[PROVIDED DATA Boundary: Start]

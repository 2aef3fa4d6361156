package cohort

import (
	"fmt"
	"math"
	"slices"
	"strings"
	"time"
)

// NonWearTroiano names the non-wear rule of Troiano et al. (2008, Med Sci Sports Exerc 40:181)
// for activity counts: at least 60 consecutive minutes of zero counts, allowing interruptions of
// up to 2 consecutive minutes of 1 to 100 counts a minute. (The rule as commonly applied; its
// values are from memory, to be checked against the paper.)
const NonWearTroiano = "troiano"

// NonWearAuto applies NonWearChoi where a table has activity counts and times, and no rule
// otherwise (Quality.NonWearRule says which).
const NonWearAuto = "auto"

// NonWearChoi names the non-wear algorithm of Choi et al. (2011, Med Sci Sports Exerc 43:357)
// for activity counts: at least 90 consecutive minutes of zero counts, allowing an interruption
// of up to 2 minutes of nonzero counts when the 30 minutes before it and the 30 minutes after it
// are zeros. (Values from memory, to be checked against the paper.)
const NonWearChoi = "choi"

// AutoWearColumn is the wear column that NonWearAuto takes without being told: the column the
// features step writes (package raw).
const AutoWearColumn = "worn"

// NonWearColumn is the rule of a wear column (ReadOptions.WearColumn): a window is off when the
// column holds 0.
const NonWearColumn = "column"

// Choi's algorithm in numbers: the shortest non-wear period, the longest interruption and the
// zeros it needs on each side.
const (
	choiPeriod       = 90 * time.Minute
	choiInterruption = 2 * time.Minute
	choiQuiet        = 30 * time.Minute
)

// Troiano's rule in numbers: the shortest non-wear period, the longest interruption inside it
// and the most counts a minute an interruption may hold.
const (
	troianoPeriod       = 60 * time.Minute
	troianoInterruption = 2 * time.Minute
	troianoMaxCounts    = 100
)

// countsFeature finds the column of activity counts among the features: the one named by
// want, or else the first whose name holds the word counts, count, cpm or axis1 (not a log or a
// rolling summary of them).
func countsFeature(features []string, want string) (int, error) {
	if want != "" {
		if j := slices.Index(features, want); j >= 0 {
			return j, nil
		}
		return -1, fmt.Errorf("the non-wear rule's counts column %q is not among the features (%s); name one with cohort.ReadOptions.NonWearFeature", want, strings.Join(features, ", "))
	}
	for j, name := range features {
		words := strings.FieldsFunc(strings.ToLower(name), func(r rune) bool { return r == '_' || r == '-' || r == '.' || r == ' ' }) // as profile.FeatureWords, which this package sits below
		has := func(w string) bool { return slices.Contains(words, w) }
		if (has("counts") || has("count") || has("cpm") || has("axis1")) && !has("log") && !has("sd") && !has("mean") && !has("rolling") {
			return j, nil
		}
	}
	return -1, fmt.Errorf("the non-wear rule %s needs a column of activity counts and none of the features is named like one (%s); name it with cohort.ReadOptions.NonWearFeature", NonWearTroiano, strings.Join(features, ", "))
}

// troianoNonWear marks the windows of one participant that fall in a non-wear period by the
// rule of Troiano et al. 2008. times are the windows' start times (Unix ns, increasing) and
// counts their activity counts; a window lasts step (the participant's usual time between
// windows), its counts are scaled to a minute for the 100-count limit, and a time gap of more
// than two steps ends a period. A period is a run of windows of zero counts, with interruptions
// of at most 2 minutes of 1–100 counts a minute between zeros, lasting 60 minutes or more.
func troianoNonWear(times []int64, counts []float64, step time.Duration) []bool {
	n := len(times)
	out := make([]bool, n)
	if n == 0 || step <= 0 {
		return out
	}
	perMinute := float64(time.Minute) / float64(step)
	i := 0
	for i < n {
		if counts[i] != 0 {
			i++
			continue
		}
		// A period starts at a zero; it runs while windows are zeros, or short interruptions
		// followed by a zero, with no gap in time.
		start, last := i, i // last: the last zero of the period
		j := i + 1
		for j < n && time.Duration(times[j]-times[j-1]) <= 2*step {
			if counts[j] == 0 {
				last = j
				j++
				continue
			}
			k := j // an interruption: nonzero windows from j
			for k < n && counts[k] != 0 && counts[k]*perMinute <= troianoMaxCounts && time.Duration(times[k]-times[k-1]) <= 2*step {
				k++
			}
			if k >= n || counts[k] != 0 || time.Duration(times[k]-times[k-1]) > 2*step || time.Duration(times[k]-times[j]) > troianoInterruption {
				break // too long, too high, or not followed by a zero: the period ends at last
			}
			j = k
		}
		if time.Duration(times[last]-times[start])+step >= troianoPeriod {
			for w := start; w <= last; w++ {
				out[w] = true
			}
		}
		i = last + 1
	}
	return out
}

// choiNonWear marks the windows of one participant that fall in a non-wear period by the
// algorithm of Choi et al. 2011 (see troianoNonWear for times, counts and step): a run of zero
// counts with no gap in time, allowing interruptions of at most 2 minutes of any counts that have
// 30 minutes of zeros before and after them, lasting 90 minutes or more.
func choiNonWear(times []int64, counts []float64, step time.Duration) []bool {
	n := len(times)
	out := make([]bool, n)
	if n == 0 || step <= 0 {
		return out
	}
	joined := func(a, b int) bool { return time.Duration(times[b]-times[b-1]) <= 2*step }
	// zerosFrom reports whether the windows from i on are zeros, without a gap, for d.
	zerosFrom := func(i int, d time.Duration) bool {
		for j := i; j < n; j++ {
			if counts[j] != 0 || (j > i && !joined(j-1, j)) {
				return false
			}
			if time.Duration(times[j]-times[i])+step >= d {
				return true
			}
		}
		return false
	}
	i := 0
	for i < n {
		if counts[i] != 0 {
			i++
			continue
		}
		start, last, quietFrom := i, i, i // quietFrom: where the current stretch of zeros began
		j := i + 1
		for j < n && joined(j-1, j) {
			if counts[j] == 0 {
				last = j
				j++
				continue
			}
			k := j
			for k < n && counts[k] != 0 && joined(k-1, k) {
				k++
			}
			if k >= n || !joined(k-1, k) || time.Duration(times[k]-times[j]) > choiInterruption ||
				time.Duration(times[j]-times[quietFrom]) < choiQuiet || !zerosFrom(k, choiQuiet) {
				break
			}
			j, quietFrom = k, k
		}
		if time.Duration(times[last]-times[start])+step >= choiPeriod {
			for w := start; w <= last; w++ {
				out[w] = true
			}
		}
		i = last + 1
	}
	return out
}

// NonWearOf marks the windows of one participant that fall in a non-wear period by the named
// rule (NonWearChoi or NonWearTroiano): times are the windows' start times (Unix ns, increasing)
// and counts their activity counts. It is what the reader applies (ReadOptions.NonWear), for a
// program that holds its windows elsewhere.
func NonWearOf(rule string, times []int64, counts []float64) ([]bool, error) {
	if rule != NonWearChoi && rule != NonWearTroiano {
		return nil, fmt.Errorf("cohort: non-wear rule %q: %w; use %s or %s", rule, ErrBadOption, NonWearChoi, NonWearTroiano)
	}
	if len(times) != len(counts) {
		return nil, fmt.Errorf("cohort: %d times and %d counts: %w", len(times), len(counts), ErrBadOption)
	}
	return nonWearOf(rule, times, counts), nil
}

// nonWearOf applies the named rule.
func nonWearOf(rule string, times []int64, counts []float64) []bool {
	if rule == NonWearColumn {
		out := make([]bool, len(counts))
		for i, c := range counts {
			out[i] = c == 0
		}
		return out
	}
	step := medianStep(times)
	if rule == NonWearChoi {
		return choiNonWear(times, counts, step)
	}
	return troianoNonWear(times, counts, step)
}

// medianStep is the median time between consecutive windows (0 with fewer than two).
func medianStep(times []int64) time.Duration {
	if len(times) < 2 {
		return 0
	}
	steps := make([]float64, len(times)-1)
	for i := range steps {
		steps[i] = float64(times[i+1] - times[i])
	}
	return time.Duration(math.Round(Median(steps)))
}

[PROVIDED DATA Boundary: End]

_WHAT IS EXPECTED:_ Quote exactly the first line of the data and every line after it through the one holding "the column the".

_FINISHED EXERCISE:_
repository 2aef3fa4d6361156
package cohort

import (
	"fmt"
	"math"
	"slices"
	"strings"
	"time"
)

// NonWearTroiano names the non-wear rule of Troiano et al. (2008, Med Sci Sports Exerc 40:181)
// for activity counts: at least 60 consecutive minutes of zero counts, allowing interruptions of
// up to 2 consecutive minutes of 1 to 100 counts a minute. (The rule as commonly applied; its
// values are from memory, to be checked against the paper.)
const NonWearTroiano = "troiano"

// NonWearAuto applies NonWearChoi where a table has activity counts and times, and no rule
// otherwise (Quality.NonWearRule says which).
const NonWearAuto = "auto"

// NonWearChoi names the non-wear algorithm of Choi et al. (2011, Med Sci Sports Exerc 43:357)
// for activity counts: at least 90 consecutive minutes of zero counts, allowing an interruption
// of up to 2 minutes of nonzero counts when the 30 minutes before it and the 30 minutes after it
// are zeros. (Values from memory, to be checked against the paper.)
const NonWearChoi = "choi"

// AutoWearColumn is the wear column that NonWearAuto takes without being told: the column the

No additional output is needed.